Narrating Hong Kong

Thursday, February 09, 2006

Narrative analysis (Feb 13)

1. Social convention and narrative
1.1. The way of organizing cultural signs
1.2. Convention: association of signs
1.3. Convention is not necessarily about reality but symbolic construction.
1.3. Synchronic association (共時性的聯繫)
Example: Breast-slim legs-smile-confidence-... ...
1.4. Temporal association(歷時性的聯繫): Signs are organized according to time sequence
1.5. A narrative(敘事) is a structured sequence of events in time.

Example I: Body slimming
Social convention: The power of body-slimming knowledge and service
bodyperfect_adv02











Example II: Hong Kong from a fishing village to a metropolis
Social convention: The belief in progress

2. Pleasure (快感) and desire (慾望)
2.1. Pleasure:
Satisfcation from following time sequence and reaching the closure of the story.
2.2. Desire:
The impulse to follow the narrative and to reach its closure.
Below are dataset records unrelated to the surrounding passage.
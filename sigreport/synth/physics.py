"""Textbook MR signal equations used to simulate the synthetic studies.

All times are in milliseconds, concentrations in mmol/L, relaxivities in L/(mmol s). The
equations are the steady-state magnitude forms found in MR physics textbooks (e.g. Haacke EM,
Brown RW, Thompson MR, Venkatesan R. *Magnetic Resonance Imaging: Physical Principles and
Sequence Design*, Wiley 1999, chapters 15 and 18), assuming a perfect 90/180 degree pulse train,
no stimulated echoes and TE << TR.
"""

from __future__ import annotations

import numpy as np
from numpy.typing import ArrayLike, NDArray

FloatArray = NDArray[np.float64]


def _positive(name: str, value: ArrayLike) -> FloatArray:
    arr = np.asarray(value, dtype=np.float64)
    if np.any(~np.isfinite(arr)) or np.any(arr <= 0):
        raise ValueError(f'Argument "{name}" must be finite and > 0, got {value!r}.')
    return arr


def spin_echo(pd: ArrayLike, t1_ms: ArrayLike, t2_ms: ArrayLike, *, tr_ms: float, te_ms: float):
    """Spin-echo signal ``S = PD (1 - exp(-TR/T1)) exp(-TE/T2)``.

    Parameters
    ----------
    pd, t1_ms, t2_ms
        Proton density (relative) and relaxation times of each tissue (broadcast together).
    tr_ms, te_ms
        Repetition and echo time.

    Returns
    -------
    numpy.ndarray or float
        The signal, in units of ``pd``.
    """
    t1 = _positive("t1_ms", t1_ms)
    t2 = _positive("t2_ms", t2_ms)
    _positive("tr_ms", tr_ms)
    if te_ms < 0:
        raise ValueError(f'Argument "te_ms" must be >= 0, got {te_ms!r}.')
    return np.asarray(pd, dtype=np.float64) * (1.0 - np.exp(-tr_ms / t1)) * np.exp(-te_ms / t2)


def inversion_recovery(
    pd: ArrayLike,
    t1_ms: ArrayLike,
    t2_ms: ArrayLike,
    *,
    tr_ms: float,
    te_ms: float,
    ti_ms: float,
):
    """Magnitude inversion-recovery (spin-echo readout) signal.

    ``S = PD |1 - 2 exp(-TI/T1) + exp(-TR/T1)| exp(-TE/T2)`` (magnitude reconstruction, as
    FLAIR and STIR images are displayed).
    """
    t1 = _positive("t1_ms", t1_ms)
    t2 = _positive("t2_ms", t2_ms)
    _positive("tr_ms", tr_ms)
    _positive("ti_ms", ti_ms)
    if ti_ms >= tr_ms:
        raise ValueError(f'Argument "ti_ms" ({ti_ms}) must be shorter than TR ({tr_ms}).')
    mz = 1.0 - 2.0 * np.exp(-ti_ms / t1) + np.exp(-tr_ms / t1)
    return np.asarray(pd, dtype=np.float64) * np.abs(mz) * np.exp(-te_ms / t2)


def spoiled_gradient_echo(
    pd: ArrayLike,
    t1_ms: ArrayLike,
    t2star_ms: ArrayLike,
    *,
    tr_ms: float,
    te_ms: float,
    flip_deg: float,
):
    """Spoiled gradient-echo (FLASH) steady state.

    ``S = PD sin(a) (1 - E1) / (1 - cos(a) E1) exp(-TE/T2*)`` with ``E1 = exp(-TR/T1)``.
    """
    t1 = _positive("t1_ms", t1_ms)
    t2s = _positive("t2star_ms", t2star_ms)
    _positive("tr_ms", tr_ms)
    if not 0 < flip_deg <= 180:
        raise ValueError(f'Argument "flip_deg" must be in (0, 180], got {flip_deg!r}.')
    alpha = np.deg2rad(flip_deg)
    e1 = np.exp(-tr_ms / t1)
    steady = np.sin(alpha) * (1.0 - e1) / (1.0 - np.cos(alpha) * e1)
    return np.asarray(pd, dtype=np.float64) * steady * np.exp(-te_ms / t2s)


def null_inversion_time(t1_ms: float, *, tr_ms: float | None = None) -> float:
    """Inversion time at which a tissue's longitudinal magnetization crosses zero.

    ``TI = T1 ln(2 / (1 + exp(-TR/T1)))``, which tends to ``T1 ln 2`` when TR >> T1 (``tr_ms``
    None). It is the root of the inversion-recovery factor in :func:`inversion_recovery`.
    """
    t1 = float(_positive("t1_ms", t1_ms))
    if tr_ms is None:
        return t1 * float(np.log(2.0))
    tr = float(_positive("tr_ms", tr_ms))
    return t1 * float(np.log(2.0 / (1.0 + np.exp(-tr / t1))))


def relaxation_with_contrast(
    t_ms: ArrayLike, concentration_mmol_l: ArrayLike, relaxivity_l_mmol_s: float
) -> FloatArray:
    """Relaxation time shortened by a paramagnetic agent: ``1/T_post = 1/T + r C``.

    The relaxivity is per second, the times in milliseconds, hence the factor 1000.
    """
    t = _positive("t_ms", t_ms)
    conc = np.asarray(concentration_mmol_l, dtype=np.float64)
    if np.any(conc < 0):
        raise ValueError(f'Argument "concentration_mmol_l" must be >= 0, got {conc!r}.')
    rate_per_ms = 1.0 / t + relaxivity_l_mmol_s * conc / 1000.0
    return 1.0 / rate_per_ms


def t2_star(t2_ms: ArrayLike, r2_prime_per_s: float) -> FloatArray:
    """``1/T2* = 1/T2 + R2'`` (static dephasing added to the irreversible T2 decay)."""
    t2 = _positive("t2_ms", t2_ms)
    if r2_prime_per_s < 0:
        raise ValueError(f'Argument "r2_prime_per_s" must be >= 0, got {r2_prime_per_s!r}.')
    return 1.0 / (1.0 / t2 + r2_prime_per_s / 1000.0)


def rician(signal: ArrayLike, sigma: float, rng: np.random.Generator) -> NDArray[np.float64]:
    """Magnitude of the signal plus complex Gaussian noise (sigma per channel).

    Magnitude images of a complex signal with independent Gaussian noise in the real and
    imaginary channels follow a Rice distribution (Gudbjartsson H, Patz S. The Rician
    distribution of noisy MRI data. Magn Reson Med 1995;34:910-914).
    """
    s = np.asarray(signal, dtype=np.float64)
    if sigma < 0:
        raise ValueError(f'Argument "sigma" must be >= 0, got {sigma!r}.')
    real = s + rng.normal(0.0, sigma, s.shape)
    imag = rng.normal(0.0, sigma, s.shape)
    return np.hypot(real, imag)
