"""Fixtures for the report tests: a small classic MR study written with pydicom, the Stack
objects describing it, a complete findings dict for three lesions and numpy key slices."""

from __future__ import annotations

import copy
from pathlib import Path
from typing import Any

import numpy as np
import pytest
from pydicom.dataset import Dataset, FileMetaDataset
from pydicom.uid import ExplicitVRLittleEndian, MRImageStorage, generate_uid

from sigreport.model import Acquisition, InstanceRef, KeySlice, Role, Stack

XSS = "<script>alert(1)</script>"
ROLES = ("T1", "T1FS", "T2", "FLAIR", "T1POST")
SERIES_NUMBERS = {"T1": 2, "T1FS": 3, "T2": 4, "FLAIR": 5, "T1POST": 7}
DESCRIPTIONS = {
    "T1": "t1_se_tra",
    "T1FS": "t1_se_tra_fs",
    "T2": f"t2_tse_tra {XSS}",
    "FLAIR": "t2_flair_tra",
    "T1POST": "t1_se_tra_post",
}
ROWS = COLS = 64
N_SLICES = 3
SPACING = (0.9, 0.9, 5.0)
CENTRES = {"L1": (20, 20), "L2": (42, 42), "L3": (20, 44), "R1": (44, 18)}


def disk(centre: tuple[int, int], radius: float) -> np.ndarray:
    rr, cc = np.mgrid[0:ROWS, 0:COLS]
    return (rr - centre[0]) ** 2 + (cc - centre[1]) ** 2 <= radius**2


def _write_series(folder: Path, role: str, study_uid: str, frame_uid: str) -> Stack:
    """A classic MR Image Storage series of N_SLICES axial 64x64 slices (PS3.3 A.4)."""
    series_uid = generate_uid()
    rng = np.random.default_rng(SERIES_NUMBERS[role])
    refs = []
    for k in range(N_SLICES):
        ds = Dataset()
        ds.file_meta = FileMetaDataset()
        ds.file_meta.MediaStorageSOPClassUID = MRImageStorage
        sop_uid = generate_uid()
        ds.file_meta.MediaStorageSOPInstanceUID = sop_uid
        ds.file_meta.TransferSyntaxUID = ExplicitVRLittleEndian
        ds.SOPClassUID = MRImageStorage
        ds.SOPInstanceUID = sop_uid
        ds.PatientName = "Test^Report"
        ds.PatientID = "SIGRPT-001"
        ds.PatientBirthDate = "19700101"
        ds.PatientSex = "O"
        ds.StudyInstanceUID = study_uid
        ds.StudyDate = "20261201"
        ds.StudyTime = "101500"
        ds.StudyID = "1"
        ds.AccessionNumber = "ACC123"
        ds.ReferringPhysicianName = ""
        ds.Modality = "MR"
        ds.SeriesInstanceUID = series_uid
        ds.SeriesNumber = SERIES_NUMBERS[role]
        ds.SeriesDescription = DESCRIPTIONS[role]
        ds.InstanceNumber = k + 1
        ds.FrameOfReferenceUID = frame_uid
        ds.PositionReferenceIndicator = ""
        ds.Manufacturer = "test"
        ds.ImageType = ["ORIGINAL", "PRIMARY", "M", "ND"]
        ds.ScanningSequence = "SE"
        ds.SequenceVariant = "NONE"
        ds.ScanOptions = ""
        ds.MRAcquisitionType = "2D"
        ds.RepetitionTime = 500.0
        ds.EchoTime = 15.0
        ds.EchoTrainLength = 1
        ds.MagneticFieldStrength = 1.5
        ds.ImagePositionPatient = [0.0, 0.0, k * SPACING[2]]
        ds.ImageOrientationPatient = [1.0, 0.0, 0.0, 0.0, 1.0, 0.0]
        ds.PixelSpacing = [SPACING[1], SPACING[0]]
        ds.SliceThickness = SPACING[2]
        ds.SamplesPerPixel = 1
        ds.PhotometricInterpretation = "MONOCHROME2"
        ds.Rows, ds.Columns = ROWS, COLS
        ds.BitsAllocated = 16
        ds.BitsStored = 12
        ds.HighBit = 11
        ds.PixelRepresentation = 0
        ds.PixelData = rng.integers(0, 4000, (ROWS, COLS), dtype=np.uint16).tobytes()
        path = folder / f"{role}_{k}.dcm"
        ds.save_as(path, enforce_file_format=True)
        refs.append(
            InstanceRef(path, sop_uid, MRImageStorage, (0.0, 0.0, k * SPACING[2]), None, k + 1)
        )
    return Stack(
        key=series_uid,
        series_instance_uid=series_uid,
        series_number=SERIES_NUMBERS[role],
        stack=None,
        description=DESCRIPTIONS[role],
        modality="MR",
        frame_of_reference_uid=frame_uid,
        instances=tuple(refs),
        size=(COLS, ROWS, N_SLICES),
        spacing_mm=SPACING,
        origin_mm=(0.0, 0.0, 0.0),
        direction=(1.0, 0.0, 0.0, 0.0, 1.0, 0.0, 0.0, 0.0, 1.0),
        acquisition=Acquisition(repetition_time_ms=500.0, echo_time_ms=15.0),
        role=Role(role),
        role_reason="test fixture",
        confidence=1.0,
    )


@pytest.fixture(scope="session")
def study(tmp_path_factory: pytest.TempPathFactory) -> dict[str, Stack]:
    folder = tmp_path_factory.mktemp("study")
    study_uid, frame_uid = generate_uid(), generate_uid()
    return {role: _write_series(folder, role, study_uid, frame_uid) for role in ROLES}


def _stats(median: float, ratio: float, grade: str, n: int = 80) -> dict[str, Any]:
    return {
        "n_voxels": n, "mean": median * 1.01, "median": median, "sd": median * 0.05,
        "p05": median * 0.9, "p95": median * 1.1, "ratio": ratio, "grade": grade,
    }  # fmt: skip


def make_findings(stacks: dict[str, Stack]) -> dict[str, Any]:
    """Three lesions: L1 cyst-like (bright on T2, suppresses on FLAIR), L2 fat (bright on T1,
    loses signal on T1FS, flag unreliable), L3 rim-enhancing with a hostile site text."""
    series = [
        {
            "role": role,
            "series_instance_uid": stacks[role].series_instance_uid,
            "series_number": SERIES_NUMBERS[role],
            "stack": None,
            "description": DESCRIPTIONS[role],
            "role_reason": "TR 500 ms, TE 15 ms, no inversion",
            "confidence": 0.9,
            "measured": True,
            "alignment": {"method": "identity", "translation_mm": [0, 0, 0], "rotation_deg": 0.0},
        }
        for role in ROLES
    ]
    series.append(
        {
            "role": "UNKNOWN", "series_instance_uid": "1.2.3.4", "series_number": 1,
            "stack": None, "description": "localizer", "role_reason": "localizer image type",
            "confidence": 1.0, "measured": False,
        }
    )  # fmt: skip
    return {
        "schema": "sigreport-findings/2",
        "tool": {"name": "sigreport", "version": "0.1.0"},
        "study": {
            "study_instance_uid": stacks["T1"].instances[0].sop_instance_uid,
            "study_date": "20261201",
            "accession_number": "ACC123",
        },
        "series": series,
        "rois": [
            {
                "id": "R1",
                "kind": "reference",
                "tissue": "white matter",
                "volume_ml": 0.52,
                "snr": {"T2": 40.0, "T1": 35.5},
            },
            {
                "id": "C1",
                "kind": "control",
                "tissue": "CSF",
                "volume_ml": 0.3,
                "drop_percent": 92.0,
            },
        ],  # fmt: skip
        "lesions": [
            {
                "id": "L1",
                "site": "right frontal white matter",
                "reference": "R1",
                "volume_ml": 0.9,
                "max_diameter_mm": 12.0,
                "signal": {
                    "T2": _stats(1900.0, 2.8, "hyperintense"),
                    "T1": _stats(300.0, 0.45, "hypointense"),
                    "FLAIR": _stats(210.0, 0.25, "hypointense"),
                    "T1FS": _stats(310.0, 0.5, "hypointense"),
                    "T1POST": _stats(305.0, 0.46, "hypointense"),
                },
                "enhancement": {
                    "pre": "T1",
                    "post": "T1POST",
                    "percent": 2.2,
                    "enhancing": False,
                    "pattern": "none",
                },
                "suppression": {
                    "fluid": {
                        "from": "T2",
                        "to": "FLAIR",
                        "drop_percent": 91.1,
                        "suppressed": True,
                        "reliable": True,
                    },
                    "fat": {"from": "T1", "to": "T1FS", "drop_percent": -11.1, "suppressed": False},
                },
                "flow_void": False,
                "behaviour": ["follows-fluid"],
            },
            {
                "id": "L2",
                "site": "left parietal scalp",
                "reference": "R1",
                "volume_ml": 1.25,
                "max_diameter_mm": 15.5,
                "signal": {
                    "T1": _stats(2500.0, 3.1, "hyperintense"),
                    "T1FS": _stats(400.0, 0.62, "hypointense"),
                    "T2": _stats(1500.0, 1.9, "hyperintense"),
                    "FLAIR": _stats(1300.0, 1.7, "hyperintense"),
                    "T1POST": None,
                },
                "enhancement": {
                    "pre": "T1",
                    "post": "T1POST",
                    "percent": None,
                    "enhancing": None,
                    "pattern": None,
                },
                "suppression": {
                    "fluid": {
                        "from": "T2",
                        "to": "FLAIR",
                        "drop_percent": 10.5,
                        "suppressed": False,
                    },
                    "fat": {
                        "from": "T1",
                        "to": "T1FS",
                        "drop_percent": 80.0,
                        "suppressed": True,
                        "reliable": False,
                    },
                },
                "flow_void": False,
                "behaviour": ["follows-fat"],
            },
            {
                "id": "L3",
                "site": f"left frontal {XSS} cortex",
                "reference": "R1",
                "volume_ml": 2.4,
                "max_diameter_mm": 19.0,
                "signal": {
                    "T1": _stats(700.0, 0.95, "isointense"),
                    "T1FS": _stats(690.0, 0.97, "isointense"),
                    "T2": _stats(1100.0, 1.5, "hyperintense"),
                    "FLAIR": _stats(1000.0, 1.45, "hyperintense"),
                    "T1POST": _stats(1250.0, 1.748, "hyperintense"),
                },
                "enhancement": {
                    "pre": "T1",
                    "post": "T1POST",
                    "percent": 84.0,
                    "raw_percent": 78.6,
                    "enhancing": True,
                    "pattern": "rim",
                },
                "suppression": {
                    "fluid": {
                        "from": "T2",
                        "to": "FLAIR",
                        "drop_percent": 3.3,
                        "suppressed": False,
                    },
                    "fat": None,
                },
                "flow_void": False,
                "behaviour": ["rim-enhancing"],
            },
        ],  # fmt: skip
        "qc": [
            {
                "level": "warning",
                "code": "fat-suppression-failed",
                "message": "fat control F1 did not drop on T1FS; fat flags are unreliable",
            },
            {
                "level": "info",
                "code": "role-second-series",
                "message": f"series 9 also looks like T2 {XSS}",
            },
        ],  # fmt: skip
        "cautions": [
            "Draft for review by the reporting radiologist; not a diagnosis.",
            "Signal grades, enhancement and suppression thresholds are defaults to be set by "
            "local practice.",
        ],
    }


@pytest.fixture
def findings(study: dict[str, Stack]) -> dict[str, Any]:
    return copy.deepcopy(make_findings(study))


def make_key_slices(stacks: dict[str, Stack]) -> list[KeySlice]:
    rng = np.random.default_rng(7)
    out = []
    reference = disk(CENTRES["R1"], 4)
    for lesion, radius in (("L1", 5), ("L2", 6), ("L3", 7)):
        mask = disk(CENTRES[lesion], radius)
        for role in ROLES:
            image = rng.normal(500.0, 40.0, (ROWS, COLS)).astype(np.float32)
            image[mask] += 800.0
            out.append(
                KeySlice(
                    roi_id=lesion,
                    role=Role(role),
                    image=image,
                    lesion_mask=mask,
                    reference_mask=reference,
                    pixel_spacing_mm=(SPACING[1], SPACING[0]),
                    slice_index=1,
                    sop_instance_uid=stacks[role].instances[1].sop_instance_uid,
                )
            )
    return out


@pytest.fixture(scope="session")
def key_slices(study: dict[str, Stack]) -> list[KeySlice]:
    return make_key_slices(study)


@pytest.fixture(scope="session")
def report_dir(tmp_path_factory: pytest.TempPathFactory, study, key_slices) -> Path:
    """One complete report written once for the read-only tests."""
    from sigreport.report import write_report

    out = tmp_path_factory.mktemp("out") / "report"
    write_report(out, make_findings(study), key_slices, study)
    return out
3. Character analysis (Vladimir Propp, Russian critic and folklorist)
3.1. Role analysis
-The roles in the story are representing social groups.
-Metaphorical or metonymic analysis
3.2. Functions (patternized plots)

Example: A story about extra-marital affairs

Role I: Husband-Employed, public, middle-aged, smart, active ... ...
Role II: Wife-Housewife, private, middle-aged, diligent, passive... ...
Role III: Mistress-Single, young, public, active, ... ...

Function I: Problems in marriage
Function II: Husband had a crush on mistress
Function III: Wife found the affairs
Function IV: Breakup
Function V: The conflict between mistress and husband
Function IV: Reunion

Convention: The order of nuclear family


Example: Princess Diana
Role of Diana-"Cinderella"
Role of Charles-Prince

Convention: Romance-Fairy tale






4. Equilibrium-Disequilibrium-Equilibrium (Tzvetan Todorov, Bulgarian structuralist linguist)
4.1. Most stories go through these three stages.
4.2. Equilibrium: beginning and end without conflict
4.3. Disequilibrium: conflict

Example: Shaolin soccer
Equilibrium I: Underclass, failure
Disequilibrium: Recruting team members, Training and competing with other football teams, ... ...
Equilibrium II: Football star, success

4.4. Whose equilibrium and disequilibrium?

5. Narrator's viewpoint(敘事者觀點) and narratee (接受敘事者)
5.1. Story is always told by somebody and for somebody else.
5.2. One or some characters dominate the time sequence of the story.
5.3. The dominant viewpoint is imposed on the voices of other characters.
Example: Whose story is Infernal Affairs? Two men's story.
Example: Whose story is Election?Men's story
5.4. But narratee might not accept the narrator's viewpoint.
Example: 《阿旺新傳》:The story of Ah Wong or Ah Ho?





6. Narrative analysis of an advertisement of beer (咁至係生力/新鮮)
6.1. Roles: Men (waiting for girls) and a "sexy girl" (impersonated by a man)
6.2. Functions/ formulas: Men's talk, a sexy girl is approaching, a man has a crush on a woman, a romance, a joke... ...
6.3. Desire:
-Following conventional formulas and men's desire
6.4. Pleasure:
-Arriving at an unconventional closure
6.5. Equilibrium(Men's circle)-->Disequilibrium (a sexy girl is approaching the men)-->Equilibrium (A man is "captured" and laughed)
6.6. Repeating male-centric convention and breaking convention
6.7. Men's viewpoint is dominating the storyline.
6.8. Beer is a metaphor of men's desire and something funny.

7. Narrative, convention and dominant discourse
7.1. Some narrative structures are repeated and repeated in our society.
7.2. Narrative <---> convention
7.3. Discourse is set of textual arrangements which organizes and co-ordinates the actions, positions and identities of the people who produce it.
7.4. Conventional narratives become part of the dominant discourses.
7.5. Negotiated narrative: narratees might challenge and re-narrate the conventional narratives.


Further references
Narratology
Branston. Chapter 3 "Narration"
Thwaites, Tony and Lloyd Davis and Warwick Mules. 1994. Tools for cultural studies: An introduction. Melbourne: Macmillan, Chapter 6 "Narrative".